**Records supplied**
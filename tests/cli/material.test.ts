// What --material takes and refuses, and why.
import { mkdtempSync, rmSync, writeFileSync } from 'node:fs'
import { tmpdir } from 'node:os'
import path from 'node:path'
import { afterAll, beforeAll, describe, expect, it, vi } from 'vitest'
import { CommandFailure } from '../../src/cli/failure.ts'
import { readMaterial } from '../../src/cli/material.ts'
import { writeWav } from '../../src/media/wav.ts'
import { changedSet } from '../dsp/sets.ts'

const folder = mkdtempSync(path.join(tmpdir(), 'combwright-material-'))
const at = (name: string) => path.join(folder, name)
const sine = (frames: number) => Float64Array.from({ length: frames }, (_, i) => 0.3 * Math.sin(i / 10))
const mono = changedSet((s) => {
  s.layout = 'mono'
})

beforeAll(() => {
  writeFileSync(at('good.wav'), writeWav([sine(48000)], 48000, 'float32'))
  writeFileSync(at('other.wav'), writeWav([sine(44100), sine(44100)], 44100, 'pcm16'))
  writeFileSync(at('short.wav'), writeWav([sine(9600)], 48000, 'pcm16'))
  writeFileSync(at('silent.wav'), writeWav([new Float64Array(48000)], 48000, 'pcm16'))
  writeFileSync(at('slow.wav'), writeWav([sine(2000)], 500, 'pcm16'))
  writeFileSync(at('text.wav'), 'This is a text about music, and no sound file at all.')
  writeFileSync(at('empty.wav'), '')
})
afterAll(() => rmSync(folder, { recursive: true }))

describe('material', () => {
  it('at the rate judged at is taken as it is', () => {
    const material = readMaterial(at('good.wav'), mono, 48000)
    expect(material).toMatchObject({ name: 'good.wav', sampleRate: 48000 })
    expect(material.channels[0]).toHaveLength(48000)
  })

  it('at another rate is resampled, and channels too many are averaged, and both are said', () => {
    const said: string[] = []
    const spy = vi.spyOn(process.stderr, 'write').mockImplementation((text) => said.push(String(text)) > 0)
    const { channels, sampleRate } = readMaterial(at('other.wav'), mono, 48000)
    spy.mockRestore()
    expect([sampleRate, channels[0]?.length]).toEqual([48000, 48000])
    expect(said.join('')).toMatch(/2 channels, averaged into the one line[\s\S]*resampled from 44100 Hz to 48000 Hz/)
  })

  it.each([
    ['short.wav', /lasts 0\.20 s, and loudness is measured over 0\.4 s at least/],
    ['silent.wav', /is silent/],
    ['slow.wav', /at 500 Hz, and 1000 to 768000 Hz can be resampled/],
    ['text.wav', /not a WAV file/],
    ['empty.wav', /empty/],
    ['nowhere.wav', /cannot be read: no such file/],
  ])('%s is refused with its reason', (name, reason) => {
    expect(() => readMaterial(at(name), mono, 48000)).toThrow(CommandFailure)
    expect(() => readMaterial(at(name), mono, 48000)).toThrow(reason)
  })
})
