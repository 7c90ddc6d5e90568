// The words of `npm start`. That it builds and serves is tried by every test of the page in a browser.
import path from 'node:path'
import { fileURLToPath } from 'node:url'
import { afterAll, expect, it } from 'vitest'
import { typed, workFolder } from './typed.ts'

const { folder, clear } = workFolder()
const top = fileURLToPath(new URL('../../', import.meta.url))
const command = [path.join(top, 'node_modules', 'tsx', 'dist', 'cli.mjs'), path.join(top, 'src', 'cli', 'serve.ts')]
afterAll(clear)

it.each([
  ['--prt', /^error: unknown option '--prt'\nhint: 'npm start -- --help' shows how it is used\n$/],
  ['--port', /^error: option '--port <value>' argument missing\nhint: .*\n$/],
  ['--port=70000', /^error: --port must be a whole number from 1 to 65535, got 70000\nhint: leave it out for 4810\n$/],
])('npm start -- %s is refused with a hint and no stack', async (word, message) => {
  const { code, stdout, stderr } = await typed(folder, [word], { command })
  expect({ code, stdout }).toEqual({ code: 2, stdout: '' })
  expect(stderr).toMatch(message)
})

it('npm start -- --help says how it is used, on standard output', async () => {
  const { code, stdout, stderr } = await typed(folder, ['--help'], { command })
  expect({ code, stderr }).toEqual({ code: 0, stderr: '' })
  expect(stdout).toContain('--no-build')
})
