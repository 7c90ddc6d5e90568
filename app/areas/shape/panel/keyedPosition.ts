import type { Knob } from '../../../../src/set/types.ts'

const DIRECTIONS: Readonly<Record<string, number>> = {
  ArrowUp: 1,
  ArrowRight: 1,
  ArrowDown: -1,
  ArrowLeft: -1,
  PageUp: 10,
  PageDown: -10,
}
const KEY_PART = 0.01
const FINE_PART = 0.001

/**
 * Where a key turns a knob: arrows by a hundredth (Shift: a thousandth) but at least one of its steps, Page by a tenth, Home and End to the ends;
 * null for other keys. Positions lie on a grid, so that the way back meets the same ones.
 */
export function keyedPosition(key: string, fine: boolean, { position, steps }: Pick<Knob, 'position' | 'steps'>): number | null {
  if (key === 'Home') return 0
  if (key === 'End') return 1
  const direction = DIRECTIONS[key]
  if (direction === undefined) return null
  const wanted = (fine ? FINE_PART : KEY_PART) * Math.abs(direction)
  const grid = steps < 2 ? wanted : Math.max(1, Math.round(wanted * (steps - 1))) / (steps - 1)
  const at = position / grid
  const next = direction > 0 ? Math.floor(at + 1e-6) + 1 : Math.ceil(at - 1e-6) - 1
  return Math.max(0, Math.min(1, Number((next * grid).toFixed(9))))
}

**What the task requires**
Write the data back out verbatim.

**Exercise response**
filename tests/cli/material.test.ts
// What --material takes and refuses, and why.
import { mkdtempSync, rmSync, writeFileSync } from 'node:fs'
import { tmpdir } from 'node:os'
import path from 'node:path'
import { afterAll, beforeAll, describe, expect, it, vi } from 'vitest'
import { CommandFailure } from '../../src/cli/failure.ts'
import { readMaterial } from '../../src/cli/material.ts'
import { writeWav } from '../../src/media/wav.ts'
import { changedSet } from '../dsp/sets.ts'

const folder = mkdtempSync(path.join(tmpdir(), 'combwright-material-'))
const at = (name: string) => path.join(folder, name)
const sine = (frames: number) => Float64Array.from({ length: frames }, (_, i) => 0.3 * Math.sin(i / 10))
const mono = changedSet((s) => {
  s.layout = 'mono'
})

beforeAll(() => {
  writeFileSync(at('good.wav'), writeWav([sine(48000)], 48000, 'float32'))
  writeFileSync(at('other.wav'), writeWav([sine(44100), sine(44100)], 44100, 'pcm16'))
  writeFileSync(at('short.wav'), writeWav([sine(9600)], 48000, 'pcm16'))
  writeFileSync(at('silent.wav'), writeWav([new Float64Array(48000)], 48000, 'pcm16'))
  writeFileSync(at('slow.wav'), writeWav([sine(2000)], 500, 'pcm16'))
  writeFileSync(at('text.wav'), 'This is a text about music, and no sound file at all.')
  writeFileSync(at('empty.wav'), '')
})
afterAll(() => rmSync(folder, { recursive: true }))

describe('material', () => {
  it('at the rate judged at is taken as it is', () => {
    const material = readMaterial(at('good.wav'), mono, 48000)
    expect(material).toMatchObject({ name: 'good.wav', sampleRate: 48000 })
    expect(material.channels[0]).toHaveLength(48000)
  })

  it('at another rate is resampled, and channels too many are averaged, and both are said', () => {
    const said: string[] = []
    const spy = vi.spyOn(process.stderr, 'write').mockImplementation((text) => said.push(String(text)) > 0)
    const { channels, sampleRate } = readMaterial(at('other.wav'), mono, 48000)
    spy.mockRestore()
    expect([sampleRate, channels[0]?.length]).toEqual([48000, 48000])
    expect(said.join('')).toMatch(/2 channels, averaged into the one line[\s\S]*resampled from 44100 Hz to 48000 Hz/)
  })

  it.each([
    ['short.wav', /lasts 0\.20 s, and loudness is measured over 0\.4 s at least/],
    ['silent.wav', /is silent/],
    ['slow.wav', /at 500 Hz, and 1000 to 768000 Hz can be resampled/],
    ['text.wav', /not a WAV file/],
    ['empty.wav', /empty/],
    ['nowhere.wav', /cannot be read: no such file/],
  ])('%s is refused with its reason', (name, reason) => {
    expect(() => readMaterial(at(name), mono, 48000)).toThrow(CommandFailure)
    expect(() => readMaterial(at(name), mono, 48000)).toThrow(reason)
  })
})
repository 7c90ddc6d5e90568
// The words of `npm start`. That it builds and serves is tried by every test of the page in a browser.
import path from 'node:path'
import { fileURLToPath } from 'node:url'
import { afterAll, expect, it } from 'vitest'
import { typed, workFolder } from './typed.ts'

const { folder, clear } = workFolder()
const top = fileURLToPath(new URL('../../', import.meta.url))
const command = [path.join(top, 'node_modules', 'tsx', 'dist', 'cli.mjs'), path.join(top, 'src', 'cli', 'serve.ts')]
afterAll(clear)

it.each([
  ['--prt', /^error: unknown option '--prt'\nhint: 'npm start -- --help' shows how it is used\n$/],
  ['--port', /^error: option '--port <value>' argument missing\nhint: .*\n$/],
  ['--port=70000', /^error: --port must be a whole number from 1 to 65535, got 70000\nhint: leave it out for 4810\n$/],
])('npm start -- %s is refused with a hint and no stack', async (word, message) => {
  const { code, stdout, stderr } = await typed(folder, [word], { command })
  expect({ code, stdout }).toEqual({ code: 2, stdout: '' })
  expect(stderr).toMatch(message)
})

it('npm start -- --help says how it is used, on standard output', async () => {
  const { code, stdout, stderr } = await typed(folder, ['--help'], { command })
  expect({ code, stderr }).toEqual({ code: 0, stderr: '' })
  expect(stdout).toContain('--no-build')
})
repository 7c90ddc6d5e90568
filename app/areas/shape/panel/keyedPosition.ts
import type { Knob } from '../../../../src/set/types.ts'

const DIRECTIONS: Readonly<Record<string, number>> = {
  ArrowUp: 1,
  ArrowRight: 1,
  ArrowDown: -1,
  ArrowLeft: -1,
  PageUp: 10,
  PageDown: -10,
}
const KEY_PART = 0.01
const FINE_PART = 0.001

/**
 * Where a key turns a knob: arrows by a hundredth (Shift: a thousandth) but at least one of its steps, Page by a tenth, Home and End to the ends;
 * null for other keys. Positions lie on a grid, so that the way back meets the same ones.
 */
export function keyedPosition(key: string, fine: boolean, { position, steps }: Pick<Knob, 'position' | 'steps'>): number | null {
  if (key === 'Home') return 0
  if (key === 'End') return 1
  const direction = DIRECTIONS[key]
  if (direction === undefined) return null
  const wanted = (fine ? FINE_PART : KEY_PART) * Math.abs(direction)
  const grid = steps < 2 ? wanted : Math.max(1, Math.round(wanted * (steps - 1))) / (steps - 1)
  const at = position / grid
  const next = direction > 0 ? Math.floor(at + 1e-6) + 1 : Math.ceil(at - 1e-6) - 1
  return Math.max(0, Math.min(1, Number((next * grid).toFixed(9))))
}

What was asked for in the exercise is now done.